La rébellion d’un estomac
Tout s’annonçait parfait. L’hôtel du bord de lac, le repas, les nouvelles rencontres...
Tout s’annonçait parfait. L’hôtel du bord de lac, le repas, les nouvelles rencontres. Une douce sensation envahit Léa sitôt les portes dorées du palace franchies. Les bourrasques qui, quelques instants plus tôt, cognaient contre elle, l’obligeant à longer de près les bâtiments aux enseignes clignotant vulgairement, n’étaient plus qu’un écho sourd. Elle pénétra dans la salle des banquets d’une allure altière, honorée de participer au Gala de charité de la Colombe, l’une des soirées les plus courues de la ville.

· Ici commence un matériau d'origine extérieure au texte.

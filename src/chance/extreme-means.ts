/**
 * Means of the fullest and emptiest shards' relative loads under random placement: the
 * integral of their tails (shard-extremes.ts) over the relative load. For equal shares a
 * sum over whole counts; for weighted ones the tail steps at every shard's own counts, and
 * the integral is taken step by step, by a monotone trapezoid rule, and past the far
 * quantile in closed form (see each function; the method and its checks: docs/methods.md).
 */
import type { ChanceCache } from './chance-cache.js';
import { logDifference } from './log-space.js';
import { shareClasses, type Placement } from './placement.js';
import { thresholdAt } from './share-sweep/sorted-shares.js';
import { emptiestQuantile, emptiestTail, fullestQuantile, fullestTail } from './shard-extremes.js';
import { logBinomialAtLeast } from './tails.js';

/**
 * Expected relative load of the fullest shard, E[max r]. For equal shares
 * E[max x] = sum_{k>=1} P(max x >= k), summed over the counts from the fair share (the
 * fullest shard holds at least that) to where the tail is negligible: count by count over
 * up to 256 counts, else by the trapezoid rule on a lattice of whole counts, halving the
 * step until two steps agree to 1e-9 of the mean (see integrateTail). Weighted shares:
 * the integral of the tail over the relative load from 1 to its 1 - 1e-6 quantile, step by
 * step where it has up to 1024 steps, else by the monotone trapezoid rule (integrateTail:
 * within about 1e-5 of the mean at N / m = 100, 1e-7 from N / m = 1e4), and beyond that
 * quantile S1's integral in closed form; `cache` as for fullestTail. Example:
 * fullestMean(makePlacement(2, 2)) = 1.5 / 1 (counts 1.5).
 */
export function fullestMean(placement: Placement, cache?: ChanceCache): number {
  if (placement.total === 0) return 0;
  const tail = (t: number) => Math.exp(fullestTail(placement, t, { cache }).logProbability);
  if (placement.shares === null) {
    const top = fullestQuantile(placement, 1 - 1e-15, cache);
    return 1 + integrateTail(placement, tail, 1, top, 'high', cache);
  }
  // Weighted: past the 1 - 1e-6 quantile the tail is S1, the sum of the single tails, to
  // within S1^2 / 2 (Bonferroni), and S1's integral has a closed form (farTailIntegral).
  // A tiny share far out (a shard of 1e-9 of the traffic holding one request reads as a
  // relative load of 1e9 / N) then costs nothing, where a rule over the whole range missed it.
  const cut = fullestQuantile(placement, 1 - FAR_TAIL, cache);
  // The body up to the cut by the monotone rule (integrateTail), whose points go where the
  // tail falls: a drop near the fair share and big steps of tiny shares far out alike.
  const body = integrateTail(placement, tail, 1, cut, 'high', cache);
  return 1 + body + farTailIntegral(placement, cut, cache);
}

/** Where the fullest mean's integral switches to S1 (a tail of 1e-6: S1 within 5e-7 of it). */
const FAR_TAIL = 1e-6;

/**
 * The integral of S1(t) = sum_i P(X_i >= c_i(t)) over t > cut, X_i ~ Binomial(N, p_i),
 * c_i(t) the threshold of relative load t: for each shard, (k0 / (N p_i) - cut) P(X_i >= k0)
 * for the stretch up to its first step k0 = c_i(cut), then P(X_i >= k) / (N p_i) a count;
 * and sum_{k > k0} P(X >= k) = E[(X - k0)^+] = N p P(Binomial(N - 1, p) >= k0) -
 * k0 P(X >= k0 + 1) (E[X 1{X >= a}] = N p P(Binomial(N - 1, p) >= a - 1), common practice).
 */
function farTailIntegral(
  placement: Placement,
  cut: number,
  cache: ChanceCache | undefined,
): number {
  const total = placement.total;
  let sum = 0;
  for (const c of shareClasses(placement, cache)) {
    const expected = total * c.share;
    if (!(expected > 0)) continue;
    const k0 = Math.max(1, thresholdAt('high', cut * expected));
    if (k0 > total) continue;
    const first = (k0 / expected - cut) * Math.exp(logBinomialAtLeast(k0, total, c.share));
    const logCarried = Math.log(expected) + logBinomialAtLeast(k0, total - 1, c.share);
    const logBeyond = Math.log(k0) + logBinomialAtLeast(k0 + 1, total, c.share);
    const excess = logCarried > logBeyond ? Math.exp(logDifference(logCarried, logBeyond)) : 0;
    sum += c.count * (Math.max(0, first) + excess / expected);
  }
  return sum;
}

/**
 * Expected relative load of the emptiest shard, E[min r] = integral of P(min r > u) over
 * [0, 1], from its 1e-15 quantile up (below it the integrand is 1 within 1e-15); summed
 * over whole counts for equal shares, by the trapezoid rule for weighted ones, as
 * fullestMean.
 * Example: emptiestMean(makePlacement(2, 2)) = 0.5 (counts 0.5).
 */
export function emptiestMean(placement: Placement, cache?: ChanceCache): number {
  if (placement.total === 0) return 0;
  const bottom = emptiestQuantile(placement, 1e-15, cache);
  const survival = (u: number) => -Math.expm1(emptiestTail(placement, u, { cache }).logProbability);
  return bottom + integrateTail(placement, survival, bottom, 1, 'low', cache);
}

/** Counts summed one by one up to this many; beyond, the trapezoid rule. */
const COUNT_BY_COUNT = 256;
/** Agreement of two successive step halvings, relative to the mean, that ends the rule. */
const MEAN_TOLERANCE = 1e-9;
/** The most steps of the rule on weighted shares, and its tolerance (see integrateTail). */
const WEIGHTED_STEPS = 256;
const WEIGHTED_TOLERANCE = 5e-6;

/**
 * The trapezoid rule T(h) over [from, to] on points `value(i, n)`, i = 0..n, starting with
 * 16 steps and halving the step (reusing every point) until `limit` steps at most. The
 * successive T(h) are carried to the step `target` (0 for an integral; the lattice's own
 * step for a sum over whole counts, where the sum is T(1) plus half of each end) by
 * polynomial extrapolation in h^2 through the last three (Neville): the Euler-Maclaurin
 * formula has T(h) = T(0) + c1 h^2 + c2 h^4 + ..., whose terms come from the derivatives at
 * the ends. Between its two negligible ends the tail is flat and the terms vanish (T(h) is
 * then accurate far beyond any power of h); two or three shards put a corner at the fair
 * share (the fullest shard holds at least that), which the extrapolation takes out. Stops
 * when two successive estimates agree within `tolerance`; about 30-130 points.
 */
function halvingTrapezoid(
  value: (i: number, n: number) => number,
  limit: number,
  target: number,
  tolerance: (estimate: number) => number,
): number {
  let n = Math.min(16, limit);
  let inner = 0;
  for (let i = 1; i < n; i++) inner += value(i, n);
  const ends = (value(0, n) + value(n, n)) / 2;
  const steps: number[] = [1 / n];
  const rules: number[] = [(ends + inner) / n];
  let estimate = rules[0];
  while (2 * n <= limit) {
    for (let i = 1; i < 2 * n; i += 2) inner += value(i, 2 * n);
    n *= 2;
    steps.push(1 / n);
    rules.push((ends + inner) / n);
    const last = rules.length - 1;
    // The rule itself settles first where the tail is flat at both ends; the extrapolated
    // estimate where an end has a corner.
    if (Math.abs(rules[last] - rules[last - 1]) <= tolerance(rules[last])) {
      estimate = rules[last];
      break;
    }
    const next = neville(steps.slice(-3), rules.slice(-3), target);
    const agreed = last >= 2 && Math.abs(next - estimate) <= tolerance(next);
    estimate = next;
    if (agreed) break;
  }
  return estimate;
}

/** The polynomial in h^2 through (h_i, y_i), evaluated at h = target (Neville's scheme). */
function neville(h: readonly number[], y: readonly number[], target: number): number {
  const x = h.map((step) => step * step);
  const at = target * target;
  const p = [...y];
  for (let level = 1; level < p.length; level++) {
    for (let i = p.length - 1; i >= level; i--) {
      p[i] = ((at - x[i - level]) * p[i] - (at - x[i]) * p[i - 1]) / (x[i] - x[i - level]);
    }
  }
  return p[p.length - 1];
}

function integrateTail(
  placement: Placement,
  tail: (t: number) => number,
  from: number,
  to: number,
  side: 'high' | 'low',
  cache: ChanceCache | undefined,
): number {
  if (!(to > from)) return 0;
  if (placement.shares === null) {
    const fair = placement.total / placement.shardCount;
    // high: P(max >= k); low: P(min >= k) = 1 - P(min <= k - 1)
    const at = (k: number) => (side === 'high' ? tail(k / fair) : tail((k - 1) / fair));
    // Counts strictly above `from` up to `to`, in counts.
    const first = Math.round(from * fair) + 1;
    const last = Math.round(to * fair);
    if (last - first + 1 <= COUNT_BY_COUNT) {
      let sum = 0;
      for (let k = first; k <= last; k++) sum += at(k);
      return sum / fair;
    }
    // A lattice of whole counts: 16 steps of a power of two counts, from `first` up (the
    // fullest shard: past `last`, the 1 - 1e-15 quantile, the tail is negligible) or from
    // `last` down (the emptiest shard: below `first` the tail is 1 within 1e-15, and 1 from
    // count 0 down), so that the fair share, where two or three shards put a corner in the
    // tail, is an end of the lattice; halved down to steps of one count at most.
    const coarsest = 2 ** Math.ceil(Math.log2((last - first) / 16));
    const span = 16 * coarsest;
    const start = side === 'high' ? first : last - span;
    const sum = halvingTrapezoid(
      (i, n) => at(start + (i * span) / n),
      span,
      // Steps in units of the whole lattice: one count is 1 / span.
      1 / span,
      // The points' mean times span is the sum in counts: its tolerance over span.
      (estimate) => (MEAN_TOLERANCE * (from * fair + estimate * span)) / span,
    );
    // The sum over counts is the trapezoid rule at a step of one count plus half of each
    // end (a sum holds its ends whole): span x (mean of the points) + (ends) / 2; for the
    // emptiest shard less the counts below `first`, each worth 1.
    const counts = sum * span + (at(start) + at(start + span)) / 2 - (first - start);
    return counts / fair;
  }
  const stepwise = staircaseIntegral(placement, tail, from, to, cache);
  if (stepwise !== null) return stepwise;
  // Weighted shares: every shard's tail steps at its own whole counts, k / (N p_i), so the
  // integrand is a staircase with up to m times the counts in range steps: the rule
  // converges only like the step times their spread, not like h^2 (a tolerance of 1e-9 was
  // never met and every mean took 1025 tails, 35 s for 1e5 shares), and a drop narrower
  // than the step (a few shards' bulk next to a tiny share's far steps) is missed whatever
  // the halving. So: the uniform rule to 64 steps, and where 32 and 64 steps disagree,
  // steps added where the tail falls most (monotoneTrapezoid).
  return monotoneTrapezoid(
    tail,
    from,
    to,
    (estimate) => WEIGHTED_TOLERANCE * (from + estimate),
    WEIGHTED_STEPS,
  );
}

/**
 * The trapezoid rule for a monotone integrand f on [from, to], read at no more than
 * `budget` + 1 points. On a cell of width w the rule is off by at most |f(a) - f(b)| w / 2
 * (f lies between its end values). First 16, 32 and 64 equal cells; if the last two rules
 * agree within `tolerance`, that is the answer (a smooth tail: measured against 4096 steps,
 * within 1e-7 of the mean from N / m = 1e4). Otherwise the cell with the largest bound is
 * halved, one point at a time, until the bounds add up to the tolerance or the budget is
 * spent: the points go where the tail falls. Measured against 4096 uniform steps and numpy
 * Monte Carlo: within about 1e-5 of the mean at N / m = 100 on 1e4 shares (the staircase's
 * own scatter), and a drop 0.002 wide beside steps 1 apart found to 1e-6.
 */
function monotoneTrapezoid(
  f: (t: number) => number,
  from: number,
  to: number,
  tolerance: (estimate: number) => number,
  budget: number,
): number {
  const xs: number[] = [];
  const ys: number[] = [];
  const width = to - from;
  for (let i = 0; i <= 16; i++) {
    xs.push(from + (width * i) / 16);
    ys.push(f(xs[i]));
  }
  const rule = () => {
    let sum = 0;
    for (let i = 0; i + 1 < xs.length; i++) sum += ((ys[i] + ys[i + 1]) / 2) * (xs[i + 1] - xs[i]);
    return sum;
  };
  // Halve every cell: the points in order, the new ones read at the middles.
  const halveAll = () => {
    const n = xs.length - 1;
    for (let i = n - 1; i >= 0; i--) {
      const x = (xs[i] + xs[i + 1]) / 2;
      xs.splice(i + 1, 0, x);
      ys.splice(i + 1, 0, f(x));
    }
  };
  halveAll();
  const before = rule();
  halveAll();
  let estimate = rule();
  if (Math.abs(estimate - before) <= tolerance(estimate)) return estimate;
  while (xs.length - 1 < budget) {
    let worst = 0;
    let worstBound = -1;
    let bounds = 0;
    for (let i = 0; i + 1 < xs.length; i++) {
      const bound = (Math.abs(ys[i] - ys[i + 1]) * (xs[i + 1] - xs[i])) / 2;
      bounds += bound;
      if (bound > worstBound) {
        worstBound = bound;
        worst = i;
      }
    }
    if (bounds <= tolerance(estimate)) break;
    const x = (xs[worst] + xs[worst + 1]) / 2;
    if (!(x > xs[worst] && x < xs[worst + 1])) break;
    xs.splice(worst + 1, 0, x);
    ys.splice(worst + 1, 0, f(x));
    estimate = rule();
  }
  return estimate;
}

/** Up to this many steps of the tail in range, the weighted mean sums them one by one. */
const STAIRCASE_STEPS = 1024;

/**
 * For weighted shares, the integral of `tail` over [from, to] step by step: each shard's
 * threshold is a whole count that changes only at k / (N p_i), so between two neighbouring
 * such loads the tail is constant and is read once, at the middle. Exact up to the tails'
 * own error; null when the range holds more than STAIRCASE_STEPS steps (then the trapezoid
 * rule). This is what few shards need: there each step is large, and the rule on 1024
 * points was off by up to 2e-4 of the mean (3 shards, N = 300).
 */
function staircaseIntegral(
  placement: Placement,
  tail: (t: number) => number,
  from: number,
  to: number,
  cache: ChanceCache | undefined,
): number | null {
  const points: number[] = [from, to];
  for (const c of shareClasses(placement, cache)) {
    const expected = placement.total * c.share;
    if (!(expected > 0)) continue;
    const first = Math.ceil(from * expected);
    // No shard holds more than N: its threshold past N no longer moves the tail.
    const last = Math.min(Math.floor(to * expected), placement.total);
    if (last - first + 1 > STAIRCASE_STEPS + 2 - points.length) return null;
    for (let k = first; k <= last; k++) {
      const t = k / expected;
      if (t > from && t < to) points.push(t);
    }
  }
  points.sort((a, b) => a - b);
  let sum = 0;
  for (let j = 0; j + 1 < points.length; j++) {
    const a = points[j];
    const b = points[j + 1];
    if (b > a) sum += (b - a) * tail((a + b) / 2);
  }
  return sum;
}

Elle fut vite happée par l’atmosphère joviale des lieux, se découvrit elle-même douée d’entregent, et passa d’un cercle de conversation à un autre avec la virtuosité d’un colibri. Ce n’était pas le hasard qui l’avait conduite ici, mais au contraire une détermination sans bornes à fréquenter le gratin de la ville. Elle croisa son reflet dans l’un des miroirs escaladant les parois recouvertes de moulures et de tapisseries, et se jugea à la hauteur de la situation. La robe fourreau noire, les escarpins, l’art maîtrisé de siroter son cocktail comme d’autres effleurent un tissu précieux. Du bout des doigts et des lèvres. Parfait donc ! Elle chercha la meilleure façon de jouir de la soirée au milieu de ces visages tous très connus dans la finance, le spectacle, la politique, au moment où une voix se fit entendre au micro pour prier tout le monde de gagner les tables dressées. Léa se retint de justesse de s’emparer d’un couteau pour s’y mirer. De la vaisselle en argent à la blancheur des nappes amidonnées, tout était si raffiné !
« Ma chère ! » fit un monsieur en costume lie-de-vin d’un sourire satisfait en offrant à Léa de s’asseoir devant le porte-nom qu’il avait deviné comme étant le sien. La salle entière était galvanisée par ce petit jeu, découvrir le plan des tables, avec qui untel serait assis. Il fallait dans un même temps faire croire que l’on avait soi-même été exaucé, qu’on ne pouvait rêver meilleure compagnie. Autant dire qu’en ces instants, dans la comédie des Ah! et des Oh!, les mots de l’animateur lancés depuis l’estrade étaient devenus inaudibles. Pour Léa, la situation était encore pire. L’homme en costume non seulement ignorait la voix au micro, mais semblait aussi ignorer qu’une conversation se réalisait à plusieurs. Comble de malchance pour la jeune femme, il était son voisin direct. En quelques minutes, et sans que personne ne lui demande quoi que ce soit, il avait déjà décliné toutes les lignes de son CV. Il raconta ainsi enchaîner succès sur succès dans le négoce des denrées.
- « Ma mère, cette brave femme, me disait quand j’étais petit garçon :' Ne joue pas avec la nourriture ! '. Eh bien, on peut dire que je lui ai désobéi ! » grasseya-t-il.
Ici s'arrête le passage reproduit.